Alicia is a good example of what life is like for millions of American families struggling on the minimum wage. Besides demands from work, these working parents face many hurdles at home from finding affordable housing and childcare to feeding their growing children and providing them with health care. With the federal minimum wage stuck at $7.25 an hour, a single mother that works full time and has one child, lives in poverty at $15,080 (before taxes) a year. This qualifies them for food stamps because without it, they would have little left after paying rent, utilities, transportation, and health care.

The New York Times and the Economic Policy Institute have both released minimum wage calculators/budgets that demonstrate just how far a minimum wage paycheck goes. They highlight the many costs faced by families and just how unlivable the current minimum wage is. Not surprisingly, the numbers show the writing on the wall that families across the country already know. With the recent cuts to the federal food stamp program, low-wage workers are seeing their budgets get stretched even farther. In many metropolitan areas affordable housing is a myth – in a recently published report Out of Reachfrom the National Low Income Housing Coalition – in no state can a full-time minimum wage worker afford a one-bedroom or a two-bedroom rental unit at Fair Market Rent.
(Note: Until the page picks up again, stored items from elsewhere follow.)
import { spawnSync } from 'node:child_process';
import { createHash } from 'node:crypto';
import { existsSync, readFileSync, writeFileSync } from 'node:fs';

const lockfile = 'package-lock.json';
const stamp = 'node_modules/.installed-from';
/** npm's own note of what lies in node_modules. */
const installedLockfile = 'node_modules/.package-lock.json';

const packagesOf = (file) => JSON.parse(readFileSync(file, 'utf8')).packages;

/** Whether every package of the lockfile lies there in its version; optional ones are for other machines. */
function isInstalledByHand() {
  if (!existsSync(installedLockfile)) return false;
  const installed = packagesOf(installedLockfile);
  return Object.entries(packagesOf(lockfile)).every(
    ([path, wanted]) =>
      path === '' || installed[path]?.version === wanted.version || (wanted.optional && !installed[path]),
  );
}

/** Runs `npm ci` unless node_modules was installed from exactly this lockfile. Exits when npm fails. */
export function ensureNodeModules() {
  const wanted = createHash('sha256').update(readFileSync(lockfile)).digest('hex');
  if (existsSync(stamp) && readFileSync(stamp, 'utf8') === wanted) return;
  if (!isInstalledByHand()) {
    console.log('Installing npm packages (npm ci); the database is compiled, which takes a minute or two …');
    const { status } = spawnSync('npm', ['ci', '--no-fund', '--no-audit'], { stdio: 'inherit' });
    if (status !== 0) {
      console.error('npm ci failed');
      process.exit(status ?? 1);
    }
  }
  writeFileSync(stamp, wanted);
}
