#[test]
fn channels_have_the_pressure_and_shear_of_closed_forms() {
    // Hagen and Poiseuille: 128 mu L Q / (pi D^4), 32 Q / (pi D^3).
    let tube = regime(&format!("--in tube:diameter=50um,length=2cm --flow tube:rate=1nL/s {PLAIN}")).channel.unwrap();
    let d = 50e-6_f64;
    close(tube.pressure_drop_pa.unwrap(), 128.0 * 1e-3 * 0.02 * 1e-12 / (PI * d.powi(4)), 1e-9);
    close(tube.wall_shear_rate_per_s.unwrap(), 32.0 * 1e-12 / (PI * d.powi(3)), 1e-9);
    close(tube.largest_speed_m_per_s.unwrap(), 2.0 * tube.mean_speed_m_per_s.unwrap(), 1e-9);
    // Plane Poiseuille: 12 mu U / h^2, 6 U / h.
    let slot = regime(&format!("--in slot:height=20um --flow slot:mean=1mm/s {PLAIN}")).channel.unwrap();
    close(slot.pressure_gradient_pa_per_m.unwrap(), 12.0 * 1e-6 / 4e-10, 1e-9);
    close(slot.wall_shear_rate_per_s.unwrap(), 300.0, 1e-9);
    assert_eq!((slot.pressure_drop_pa, slot.flow_rate_m3_per_s, slot.width_m), (None, None, None));
    // Square duct: Darcy f Re = 2 D_h^2 G / (mu U) = 56.908 (Shah and London 1978, five digits, from memory).
    let duct = regime(&format!("--in duct:width=40um,height=40um --flow duct:mean=1mm/s {PLAIN}")).channel.unwrap();
    close(2.0 * 1.6e-9 * duct.pressure_gradient_pa_per_m.unwrap() / 1e-6, 56.908, 2e-5);
    // The walls hold back the pressure: G D_h / (4 mu) in the mean.
    let mean_shear = duct.pressure_gradient_pa_per_m.unwrap() * 40e-6 / 4e-3;
    close(duct.mean_wall_shear_rate_per_s.unwrap(), mean_shear, 1e-12);
    assert!(duct.wall_shear_rate_per_s.unwrap() > mean_shear);
    // Entry: D_h [0.6 / (1 + 0.035 Re) + 0.056 Re] (Shah and London 1978), here at Re 0.04.
    close(duct.reynolds.unwrap(), 0.04, 1e-9);
    close(duct.entry_length_m.unwrap(), 40e-6 * (0.6 / 1.0014 + 0.00224), 1e-9);
}

#[test]
fn numbers_of_channels() {
    let line =
        format!("--in tube:diameter=1mm,length=1m,bend-radius=50mm --flow tube:mean=0.1m/s --frequency 1Hz {PLAIN}");
    let answer = regime(&line);
    // Re 100, De = 100 sqrt(1/100) = 10, Wo = 0.5e-3 sqrt(2 pi / 1e-6), by hand.
    close(number(&answer, "channel Reynolds number").value, 100.0, 1e-9);
    close(number(&answer, "Dean number").value, 10.0, 1e-9);
    close(number(&answer, "Womersley number").value, 0.5e-3 * (2.0 * PI / 1e-6).sqrt(), 1e-9);
    close(number(&answer, "entry length over channel length").value, 1e-3 * (0.6 / 4.5 + 5.6), 1e-9);
    // Laminar up to about 2000: common practice, no source.
    let verdict = |speed: &str| {
        regime(&format!("--in tube:diameter=1mm --flow tube:mean={speed} {PLAIN}")).validity.verdict.unwrap()
    };
    assert_eq!(verdict("0.5mm/s"), Verdict::Creeping);
    assert_eq!(verdict("1.9m/s"), Verdict::Corrected);
    assert_eq!(verdict("3m/s"), Verdict::Doubtful);
    assert_eq!(verdict("5m/s"), Verdict::Outside);
}

#[test]
fn a_bead_that_is_focused() {
    // d/D_h = 0.2, Re_c = 50: Re_c (d/D_h)^2 = 2; L_f = pi mu D_h^2 / (rho U_max d^2 0.05) = pi 25e-6/(1 x 0.05) = 1.57 mm.
    let line = format!("--size 10um --in tube:diameter=50um,length=2cm --flow tube:mean=1m/s {PLAIN}");
    let answer = regime(&line);
    close(number(&answer, "inertial focusing number").value, 2.0, 1e-9);
    let length = PI * 1e-3 * 2500e-12 / (1000.0 * 2.0 * 1e-10 * 0.05);
    close(number(&answer, "channel length over focusing length").value, 0.02 / length, 1e-9);
    assert_eq!(answer.validity.path_verdict, Some(Verdict::Outside));
    // rho gamma a^2 / mu with gamma = 8 U / D: 4.
    close(number(&answer, "shear Reynolds number").value, 4.0, 1e-9);
    assert_eq!(answer.validity.verdict, Some(Verdict::Outside));
    // Small bodies are not.
    let small = regime(&format!("--size 1um --in tube:diameter=50um --flow tube:mean=1mm/s {PLAIN}"));
    assert!(small.validity.numbers.iter().all(|number| number.name != "inertial focusing number"));
}

#[test]
fn numbers_of_bodies() {
    let of = |options: &str, name: &str| value(&format!("sphere:10um {options} {PLAIN}"), name);
    close(of("--speed 1mm/s", "particle Reynolds number"), 0.01, 1e-9);
    close(of("--flow uniform:1mm/s", "particle Reynolds number of the flow"), 0.01, 1e-9);
    close(of("--spin 100/s", "rotation Reynolds number"), 100.0 * 25e-12 / 1e-6, 1e-9);
    close(of("--flow shear:100/s", "shear Reynolds number"), 100.0 * 25e-12 / 1e-6, 1e-9);
    close(of("--frequency 10Hz", "unsteady number"), 5e-6 / (1e-6_f64 / (10.0 * PI)).sqrt(), 1e-9);
    close(of("--speed 1mm/s --stiffness 5uN/m", "capillary number"), 1e-6 / 5e-6, 1e-9);
    close(of("--flow shear:100/s --stiffness 5uN/m", "capillary number"), 1e-3 * 100.0 * 5e-6 / 5e-6, 1e-9);
    close(of("--flow shear:100/s --stiffness 1kPa", "capillary number"), 1e-4, 1e-9);
    close(of("--body-density 1.1g/mL --stiffness 5uN/m", "Bond number"), 100.0 * 9.80665 * 25e-12 / 5e-6, 1e-9);
    close(of("--concentration 2%", "volume fraction"), 0.02, 1e-12);
    close(of("--gap 200nm --roughness 10nm", "roughness over gap"), 0.05, 1e-12);
    // U a 6 pi mu a / kT (Stokes and Einstein), k exact (SI 2019), 20 degC.
    let expected = 1e-6 * 5e-6 * 6.0 * PI * 1e-3 * 5e-6 / (1.380649e-23 * 293.15);
    close(of("--speed 1um/s", "Peclet number"), expected, 1e-9);
    // (m + m_added) / (6 pi mu a) = (2.5 + 0.5) 2 a^2 / (9 nu), times 2 pi f.
    close(
        of("--body-density 2.5g/mL --frequency 10Hz", "particle Stokes number"),
        20.0 * PI * 3.0 * 2.0 * 25e-12 / 9e-6,
        1e-9,
    );
    // Kim et al. 2005 at 1 um: 1.1568, at 23 degC where the mean free path is 67.3 nm.
    let air = regime("sphere:1um --fluid air --temperature 23degC");
    close(number(&air, "Knudsen number").value, 2.0 * 0.0673, 1e-4);
    assert_eq!(air.validity.verdict, Some(Verdict::Doubtful));
    assert!(number(&air, "Knudsen number").meaning.contains("1.16"));
}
In Washington D.C., where a District minimum wage earner makes $8.50 an hour – more than the federal minimum wage, it would take that same worker 137 hours per week to afford rent. How many hours would a minimum wage earner need to work in your state to afford rent

?

If raised to $10.10 an hour, as those in both houses of Congress and worker advocates are calling for, then 30.3 million workers would get a raise. American families need a break – we need to raise the minimum wage!